Women kill their babies in poor societies. Women sometimes contribute to the death of their sickly or weak children in situations of scarcity and extreme poverty. But these women do so in response to impossibly difficult situations. Some children were seriously neglected, "sacrificed", so that older children could live.

In Brazil, Nancy Scheper-Hughes studied three generations of women in poor rural areas some of whom participated in killing their children because they felt they were meant to die. They looked for signs in the babies that showed them to be "mere household guests" passing through life. The infant was not seen as a real person but a little creature, not yet fully human. Similar things happened in India and in some parts of Africa during famines and in times of political chaos when the social norms collapsed.

SARAH HRDY, author of Mother Nature: a history of mothers, infants and natural selection.

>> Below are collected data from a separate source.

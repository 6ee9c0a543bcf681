// Room "figure": a finished analysis turned into the numbers of a drawing. No bytes are made here.
#pragma once

#include <cstddef>
#include <optional>
#include <span>
#include <string>
#include <vector>

#include "steelyard/analysis.hpp"
#include "steelyard/stress.hpp"

namespace steelyard::figure {

// ---- scales ------------------------------------------------------------------------------------

/// A range of numbers along one direction of a figure.
struct Scale {
  double low = 0.0;
  double high = 1.0;  ///< low < high; both positive when logarithmic
  bool logarithmic = false;
  std::string title;

  /// Where a value lies: 0 at `low`, 1 at `high`, outside [0, 1] beyond them.
  [[nodiscard]] double at(double value) const;
  /// The value at a fraction of the way; the inverse of `at`.
  [[nodiscard]] double value_at(double fraction) const;
};

struct Tick {
  double value = 0.0;
  std::string text;  ///< with U+2212 as minus sign
};

/// Round tick values inside the scale, at most `at_most` (≥ 2) of them: multiples of 1, 2 or 5 times
/// a power of ten; on a logarithmic scale 1, 2, 5 times powers of ten, thinned to whole decades.
[[nodiscard]] std::vector<Tick> ticks(const Scale& scale, std::size_t at_most);

/// Decimals that show two figures or so of numbers that fill a range of this width.
[[nodiscard]] int decimals_for(double width);
/// A number with that many decimals, U+2212 as minus, never "−0"; beyond 1e7 as a power of ten.
[[nodiscard]] std::string number_text(double value, int decimals);

/// A probability in per cent: "97.5%", "<0.1%", ">99.9%".
[[nodiscard]] std::string percent_text(double share);

struct Point {
  double x = 0.0;
  double y = 0.0;
};
using Curve = std::vector<Point>;

/// A centre with its interval. What is absent has its reason.
struct Estimate {
  std::optional<double> centre, lower, upper;
  std::string reason;
};

/// What a figure says in words: its title and its finding, for titles, descriptions and captions.
struct Words {
  std::string title;
  std::string finding;
};

// ---- forest ------------------------------------------------------------------------------------

struct ForestStudy {
  std::size_t index = 0;  ///< into Analysis::studies
  std::string label;
  Curve likelihood;  ///< of the study alone against its effect, 1 at its highest point in the frame
  Estimate own;      ///< the study's effect after pooling
  double log_bf = 0.0;
  std::string mark;  ///< "", or what is unusual about the likelihood: "sign unknown", "bound only"
};

struct ForestPooled {
  std::string label;
  Curve density;  ///< posterior density, 1 at its highest point in the frame; empty when not known
  Estimate estimate;
  std::optional<double> log_bf;  ///< absent where there is no such Bayes factor
  std::string no_bf;             ///< the reason why, in a few words
};

struct Forest {
  Words words;
  Verdict verdict;
  Scale effect;
  Scale weight;  ///< decibans; symmetrical around 0
  std::vector<ForestStudy> studies;
  std::vector<ForestPooled> pooled;  ///< same effect, varying effects, averaged, new study
  double level = 0.95;
  int decimals = 2;
  std::size_t of = 0;              ///< number of studies in the analysis; more than shown: an excerpt
  std::vector<std::string> notes;  ///< sentences that must stand below: excerpt, cut bars, reasons
};

struct ForestOptions {
  std::size_t most_rows = 400;  ///< ≥ 1; beyond it the studies that carry most evidence, in file order
};

[[nodiscard]] Forest forest(const Analysis& analysis, const ForestOptions& options = {});

/// The name of the effect for axes: "standardized mean difference", or the metric as named.
[[nodiscard]] std::string effect_name(std::span<const Study> studies);
/// Effect of the study as printed figures show it: g, else d, else nothing (a bound has none).
[[nodiscard]] std::optional<double> printed_effect(const Study& study);

// ---- surface -----------------------------------------------------------------------------------

/// The smallest region that holds a share of the posterior mass: closed rings, filled by the even-odd rule.
struct Region {
  double mass = 0.0;
  std::vector<Curve> rings;
};

/// Joint posterior of mean effect (x) and spread (y) if effects vary.
struct Surface {
  Words words;
  Scale effect, spread;
  std::vector<Region> regions;  ///< 99, 95, 80 and 50%, widest first
  Point peak;
};

/// Error when the spread is not identified or summaries were not asked for.
[[nodiscard]] Outcome<Surface> surface(const Analysis& analysis);

// ---- belief ------------------------------------------------------------------------------------

/// Belief about an effect at one stage, as quantiles.
struct BeliefStage {
  std::string label;
  std::vector<double> quantiles;  ///< parallel to Belief::probabilities; may lie outside the frame
  double above_zero = 0.5;        ///< probability of an effect above 0
};

/// How the data moved belief: before, after (the mean effect), and for a new study.
struct Belief {
  Words words;
  Scale effect;
  std::vector<double> probabilities;  ///< ascending and symmetrical around the median
  std::vector<BeliefStage> stages;
  /// The prior density over the posterior density at 0, as natural log, only where that is the Bayes factor;
  /// `ratio_note` says in a sentence what it is or why there is none.
  std::optional<double> log_ratio_at_zero;
  std::string ratio_note;
};

/// Error when summaries were not asked for.
[[nodiscard]] Outcome<Belief> belief(const Analysis& analysis);

// ---- funnel ------------------------------------------------------------------------------------

struct FunnelStudy {
  std::size_t index = 0;
  std::string label;
  double effect = 0.0;        ///< d (the estimate in another metric)
  double error = 0.0;         ///< standard error of the effect if there were none: 1/sqrt(n effective), or se
  bool outside_same = false;  ///< outside its own exact region around one shared effect
  bool outside_varying = false;  ///< and outside the one that allows for the spread
};

/// Effect against standard error with the exact regions in which 95% of the printed effects would lie.
struct Funnel {
  Words words;
  Scale effect, error;              ///< error: 0 at `low`, drawn upward
  double centre = 0.0;              ///< the shared effect
  Curve same_low, same_high;        ///< x effect, y error; one shared effect
  Curve varying_low, varying_high;  ///< with the spread at its posterior median; empty when not identified
  std::vector<FunnelStudy> studies;
  std::vector<std::string> notes;
};

/// Error when no study prints an effect (bounds only) or there is no pooled estimate.
[[nodiscard]] Outcome<Funnel> funnel(const Analysis& analysis);

// ---- what pooling again gives: ladder, sway, priors ------------------------------------------------

/// One pooled answer under a change: studies up to this one, or all but this one.
struct Answer {
  std::string label;  ///< of the study added or left out
  std::optional<double> year;
  std::optional<double> log_bf;  ///< effect against no effect, averaged; absent when not identified
  Estimate effect;               ///< mean effect, averaged
};

struct Rung {
  std::string label;
  std::optional<double> decibans;
};

/// Weight of evidence as studies arrive.
struct Ladder {
  Words words;
  Scale weight;
  std::vector<Rung> rungs;  ///< in order of arrival
};
/// `answers` in order of arrival; the last one holds all studies. At least one.
[[nodiscard]] Ladder ladder(std::span<const Answer> answers);

struct SwayRow {
  std::string label;
  std::optional<double> decibans;  ///< without this study
  Estimate effect;
};

/// What each study's removal does.
struct Sway {
  Words words;
  Scale weight;
  std::optional<double> decibans;  ///< with all studies
  std::vector<SwayRow> rows;       ///< the largest change first
  int decimals = 2;
  std::size_t of = 0;  ///< number of studies; more than rows: an excerpt
};
[[nodiscard]] Sway sway(std::optional<double> log_bf, std::span<const Answer> without,
                        std::size_t most_rows = 60);

/// Pooled evidence over a grid of priors.
struct PriorGrid {
  std::string width_name = "prior width of the effect";
  std::string scale_name = "prior scale of the spread";
  std::vector<double> widths;                 ///< ascending, positive
  std::vector<double> scales;                 ///< ascending, positive
  std::vector<std::optional<double>> log_bf;  ///< widths.size() × scales.size(), the scale runs fastest
  double width_used = 0.0;                    ///< of the analysis
  double scale_used = 0.0;
};

/// The answers and the grid of a stress analysis, for the figures above. `studies` and `priors` are those it
/// was made from; the grid's factors become widths and scales in the units of the priors.
[[nodiscard]] std::vector<Answer> arrivals(const StressResult& stress, std::span<const Study> studies);
[[nodiscard]] std::vector<Answer> removals(const StressResult& stress, std::span<const Study> studies);
[[nodiscard]] std::optional<PriorGrid> prior_grid(const StressResult& stress, const Priors& priors);

/// The grid as cells, with the line where the evidence changes sides.
struct PriorMap {
  Words words;
  Scale width, scale;                            ///< logarithmic
  std::vector<double> width_edges, scale_edges;  ///< of the cells, one more than cells
  std::vector<std::optional<double>> decibans;   ///< as in the grid
  std::vector<Curve> turns;                      ///< where the Bayes factor is 1
  Point used;
};
/// Error when the grid has fewer than two values a side or its sizes don't agree.
[[nodiscard]] Outcome<PriorMap> prior_map(const PriorGrid& grid);

}  // namespace steelyard::figure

A New Theory of Motherhood and Natural Selection. How could natural selection have produced a female that delivers babies so far beyond her capacities to rear? asks anthropologist Sarah Hrdy. A chimp or gorilla mother lactates for three to six years but once she's weaned the baby, it's completely on its own. Not so for human mothers whose children aren't independent until age 18 and who often bear other siblings inbetween. "We differ from all other apes and most monkeys in that we're cooperative breeders," she maintains, behaving more like marmosets or wild dogs in this respect. Most primate mothers rear their young without assistance. Women require more support because it takes so long for humans to mature sufficiently to provision themselves. That's why human infants are at greater risk from maternal abandonment. Human mothers are unusually sensitive to how much social support they are likely to have and explains why they are more prone to abandon babies and commit infanticide than other primates. Deliberate killing of her own infant has never been observed in wild primates.  

LYNNE BOLLES, head of the AAA's section on feminist anthropology.

The father shirks his role. Mothering is seen as biological and natural whereas fatherhood is seen as social and detached. When women do something against their children it's viewed as a crime against nature. "Note how the emphasis has been put on Andrea Yates while her husband was very much the enabler. If you loved someone and knew she was severely ill each time she gave birth to another child, you'd think you'd do something about it. He limited her to the home and she had a child, and a hospital admission, almost every 18 months. Practicing birth control was a very simple thing he could have done. But he didn't."

Death as escape or resistance. African women on board slave ships crossing the Atlantic during the 16th and 17th centuries killed their children because they were demoralized about being enslaved and wanted their child "to be in a better place - and it wasn't earth," Lynne Bolles says. Some killed themselves at the same time. The same thing happened in the U.S. when slave women were raped. "It was a form of resistance; you weren't a human being, you were a commodity."